_Task objective:_ Only a number is wanted: how many lines in these records contain the word "InvalidModelException"?

[Data records]
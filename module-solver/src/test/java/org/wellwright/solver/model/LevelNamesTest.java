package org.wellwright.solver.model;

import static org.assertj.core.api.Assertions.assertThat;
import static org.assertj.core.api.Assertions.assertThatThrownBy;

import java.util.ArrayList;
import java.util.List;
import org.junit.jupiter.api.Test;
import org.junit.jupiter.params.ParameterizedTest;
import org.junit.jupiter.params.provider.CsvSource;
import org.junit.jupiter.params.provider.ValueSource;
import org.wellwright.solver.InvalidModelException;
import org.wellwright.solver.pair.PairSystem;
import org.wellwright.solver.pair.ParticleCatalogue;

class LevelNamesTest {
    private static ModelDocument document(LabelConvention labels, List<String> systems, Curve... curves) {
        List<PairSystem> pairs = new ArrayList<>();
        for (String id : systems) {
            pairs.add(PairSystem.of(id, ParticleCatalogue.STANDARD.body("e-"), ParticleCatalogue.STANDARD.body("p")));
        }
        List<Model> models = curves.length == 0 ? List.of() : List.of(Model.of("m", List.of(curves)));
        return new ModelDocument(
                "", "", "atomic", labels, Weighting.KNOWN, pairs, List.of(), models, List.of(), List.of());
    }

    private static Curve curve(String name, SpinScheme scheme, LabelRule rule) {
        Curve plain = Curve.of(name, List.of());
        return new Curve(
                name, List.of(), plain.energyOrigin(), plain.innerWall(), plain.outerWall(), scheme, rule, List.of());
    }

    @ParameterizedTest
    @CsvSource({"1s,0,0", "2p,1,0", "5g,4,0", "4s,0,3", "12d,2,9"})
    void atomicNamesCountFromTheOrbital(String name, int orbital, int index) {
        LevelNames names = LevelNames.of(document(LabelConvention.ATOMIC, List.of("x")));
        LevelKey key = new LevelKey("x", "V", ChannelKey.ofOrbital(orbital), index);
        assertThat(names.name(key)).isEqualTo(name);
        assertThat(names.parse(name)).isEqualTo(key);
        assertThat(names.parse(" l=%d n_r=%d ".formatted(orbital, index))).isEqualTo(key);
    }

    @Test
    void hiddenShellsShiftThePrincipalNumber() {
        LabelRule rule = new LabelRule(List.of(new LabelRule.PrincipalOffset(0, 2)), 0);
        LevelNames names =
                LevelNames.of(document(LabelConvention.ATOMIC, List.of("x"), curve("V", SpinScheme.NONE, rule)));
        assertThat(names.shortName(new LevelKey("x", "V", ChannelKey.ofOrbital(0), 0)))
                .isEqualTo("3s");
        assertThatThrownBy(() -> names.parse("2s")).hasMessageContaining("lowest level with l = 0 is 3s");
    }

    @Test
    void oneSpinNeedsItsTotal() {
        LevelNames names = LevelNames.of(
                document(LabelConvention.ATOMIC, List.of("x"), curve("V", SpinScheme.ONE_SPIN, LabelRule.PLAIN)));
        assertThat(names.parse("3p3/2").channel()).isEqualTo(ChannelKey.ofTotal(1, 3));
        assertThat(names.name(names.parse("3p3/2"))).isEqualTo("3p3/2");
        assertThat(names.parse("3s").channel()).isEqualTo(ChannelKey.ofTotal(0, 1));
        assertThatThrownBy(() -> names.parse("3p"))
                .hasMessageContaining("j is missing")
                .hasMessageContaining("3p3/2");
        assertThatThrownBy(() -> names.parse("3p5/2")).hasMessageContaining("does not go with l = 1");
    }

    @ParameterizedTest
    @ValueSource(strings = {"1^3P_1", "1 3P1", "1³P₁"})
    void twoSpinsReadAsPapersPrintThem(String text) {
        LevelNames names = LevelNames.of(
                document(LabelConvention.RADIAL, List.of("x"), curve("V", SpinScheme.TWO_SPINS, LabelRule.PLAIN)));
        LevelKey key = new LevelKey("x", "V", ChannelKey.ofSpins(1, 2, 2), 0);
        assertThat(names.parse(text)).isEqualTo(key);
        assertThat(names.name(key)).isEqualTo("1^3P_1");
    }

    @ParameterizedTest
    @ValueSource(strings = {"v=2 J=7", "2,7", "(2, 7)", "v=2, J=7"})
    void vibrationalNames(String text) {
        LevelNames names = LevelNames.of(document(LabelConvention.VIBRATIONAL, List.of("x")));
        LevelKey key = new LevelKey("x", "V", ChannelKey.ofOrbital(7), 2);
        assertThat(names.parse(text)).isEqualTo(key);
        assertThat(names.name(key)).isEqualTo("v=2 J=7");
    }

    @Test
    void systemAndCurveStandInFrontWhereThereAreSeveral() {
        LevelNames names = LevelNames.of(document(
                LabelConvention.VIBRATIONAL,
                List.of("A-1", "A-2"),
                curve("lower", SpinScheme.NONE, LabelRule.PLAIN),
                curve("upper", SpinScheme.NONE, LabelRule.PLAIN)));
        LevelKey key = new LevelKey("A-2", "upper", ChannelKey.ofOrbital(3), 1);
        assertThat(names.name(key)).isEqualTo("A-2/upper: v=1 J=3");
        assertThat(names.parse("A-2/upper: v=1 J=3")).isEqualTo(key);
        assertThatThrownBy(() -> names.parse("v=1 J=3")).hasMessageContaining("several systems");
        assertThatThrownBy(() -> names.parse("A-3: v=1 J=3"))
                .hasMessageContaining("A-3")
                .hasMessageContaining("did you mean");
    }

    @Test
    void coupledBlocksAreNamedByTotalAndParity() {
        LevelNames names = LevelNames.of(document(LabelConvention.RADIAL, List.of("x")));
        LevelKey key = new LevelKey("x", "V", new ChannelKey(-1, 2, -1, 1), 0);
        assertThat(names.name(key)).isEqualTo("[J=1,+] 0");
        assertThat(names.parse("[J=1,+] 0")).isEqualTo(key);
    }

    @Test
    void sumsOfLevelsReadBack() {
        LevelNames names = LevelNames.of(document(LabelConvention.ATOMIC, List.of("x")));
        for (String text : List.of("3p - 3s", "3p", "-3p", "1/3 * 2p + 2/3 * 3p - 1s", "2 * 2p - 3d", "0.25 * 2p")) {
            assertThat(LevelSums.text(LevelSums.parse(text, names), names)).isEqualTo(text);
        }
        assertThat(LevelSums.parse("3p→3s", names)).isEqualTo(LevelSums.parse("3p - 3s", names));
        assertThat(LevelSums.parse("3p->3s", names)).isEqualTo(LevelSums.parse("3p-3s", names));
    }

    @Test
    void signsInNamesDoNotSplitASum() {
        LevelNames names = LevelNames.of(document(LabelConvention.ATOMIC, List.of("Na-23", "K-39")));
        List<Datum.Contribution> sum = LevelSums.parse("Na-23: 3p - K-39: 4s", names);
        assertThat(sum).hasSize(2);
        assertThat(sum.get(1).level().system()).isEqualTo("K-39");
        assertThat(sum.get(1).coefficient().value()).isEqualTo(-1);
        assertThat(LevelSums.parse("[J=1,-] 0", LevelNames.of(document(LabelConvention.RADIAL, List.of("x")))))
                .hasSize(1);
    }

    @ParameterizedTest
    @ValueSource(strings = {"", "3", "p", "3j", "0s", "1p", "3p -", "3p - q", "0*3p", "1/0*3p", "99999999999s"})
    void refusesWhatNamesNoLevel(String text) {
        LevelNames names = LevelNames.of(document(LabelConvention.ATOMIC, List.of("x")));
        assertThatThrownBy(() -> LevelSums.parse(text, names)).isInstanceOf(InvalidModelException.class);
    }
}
--
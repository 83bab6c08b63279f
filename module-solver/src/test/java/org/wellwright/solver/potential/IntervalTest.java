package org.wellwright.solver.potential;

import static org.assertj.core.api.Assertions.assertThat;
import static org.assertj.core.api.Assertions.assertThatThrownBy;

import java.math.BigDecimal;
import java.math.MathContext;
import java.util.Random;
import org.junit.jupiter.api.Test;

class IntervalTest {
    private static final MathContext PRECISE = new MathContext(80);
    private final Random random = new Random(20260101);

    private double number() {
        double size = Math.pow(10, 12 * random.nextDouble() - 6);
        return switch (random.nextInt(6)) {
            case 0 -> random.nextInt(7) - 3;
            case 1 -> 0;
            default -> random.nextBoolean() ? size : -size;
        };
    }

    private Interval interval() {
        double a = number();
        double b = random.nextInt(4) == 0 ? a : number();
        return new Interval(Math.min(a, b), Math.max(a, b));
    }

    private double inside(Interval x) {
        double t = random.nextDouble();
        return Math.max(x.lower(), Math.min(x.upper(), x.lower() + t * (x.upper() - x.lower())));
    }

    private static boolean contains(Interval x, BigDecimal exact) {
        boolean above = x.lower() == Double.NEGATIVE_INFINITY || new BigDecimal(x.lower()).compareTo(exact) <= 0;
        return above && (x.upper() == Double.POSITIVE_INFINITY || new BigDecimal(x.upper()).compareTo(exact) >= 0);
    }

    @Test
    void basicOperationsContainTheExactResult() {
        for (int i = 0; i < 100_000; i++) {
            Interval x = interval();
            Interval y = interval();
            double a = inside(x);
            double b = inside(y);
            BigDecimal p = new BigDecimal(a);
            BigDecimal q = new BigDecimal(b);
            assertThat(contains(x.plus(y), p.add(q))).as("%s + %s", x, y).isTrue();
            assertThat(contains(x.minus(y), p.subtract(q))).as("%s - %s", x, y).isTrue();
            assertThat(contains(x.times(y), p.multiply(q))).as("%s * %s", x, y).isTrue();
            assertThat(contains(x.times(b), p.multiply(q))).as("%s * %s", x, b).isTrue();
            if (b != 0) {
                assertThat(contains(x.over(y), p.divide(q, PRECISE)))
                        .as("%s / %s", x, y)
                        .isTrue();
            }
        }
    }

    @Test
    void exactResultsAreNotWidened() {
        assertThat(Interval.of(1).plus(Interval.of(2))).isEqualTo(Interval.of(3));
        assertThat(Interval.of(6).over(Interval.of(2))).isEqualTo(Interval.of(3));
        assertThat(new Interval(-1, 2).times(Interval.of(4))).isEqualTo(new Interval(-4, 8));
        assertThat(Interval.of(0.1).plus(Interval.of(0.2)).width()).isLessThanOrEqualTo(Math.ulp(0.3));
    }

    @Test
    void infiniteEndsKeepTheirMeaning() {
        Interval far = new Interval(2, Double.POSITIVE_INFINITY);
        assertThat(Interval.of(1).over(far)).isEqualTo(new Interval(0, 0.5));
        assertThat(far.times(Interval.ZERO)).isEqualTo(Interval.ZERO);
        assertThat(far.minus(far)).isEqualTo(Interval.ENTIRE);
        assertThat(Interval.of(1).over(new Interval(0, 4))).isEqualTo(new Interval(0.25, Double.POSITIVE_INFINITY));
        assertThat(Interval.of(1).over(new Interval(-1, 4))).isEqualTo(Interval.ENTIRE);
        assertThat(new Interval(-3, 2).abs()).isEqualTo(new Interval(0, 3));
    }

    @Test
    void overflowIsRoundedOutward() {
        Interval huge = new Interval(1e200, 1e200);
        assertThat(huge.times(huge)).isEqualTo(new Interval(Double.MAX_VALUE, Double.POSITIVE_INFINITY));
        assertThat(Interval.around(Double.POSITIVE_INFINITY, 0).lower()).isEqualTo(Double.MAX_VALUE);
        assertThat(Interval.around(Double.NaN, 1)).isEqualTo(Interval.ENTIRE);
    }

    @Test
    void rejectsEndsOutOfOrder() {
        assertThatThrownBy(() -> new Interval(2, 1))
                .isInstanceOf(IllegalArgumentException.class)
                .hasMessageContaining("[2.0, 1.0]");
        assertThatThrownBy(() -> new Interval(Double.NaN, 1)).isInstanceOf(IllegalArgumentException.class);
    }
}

_Task answer:_ 2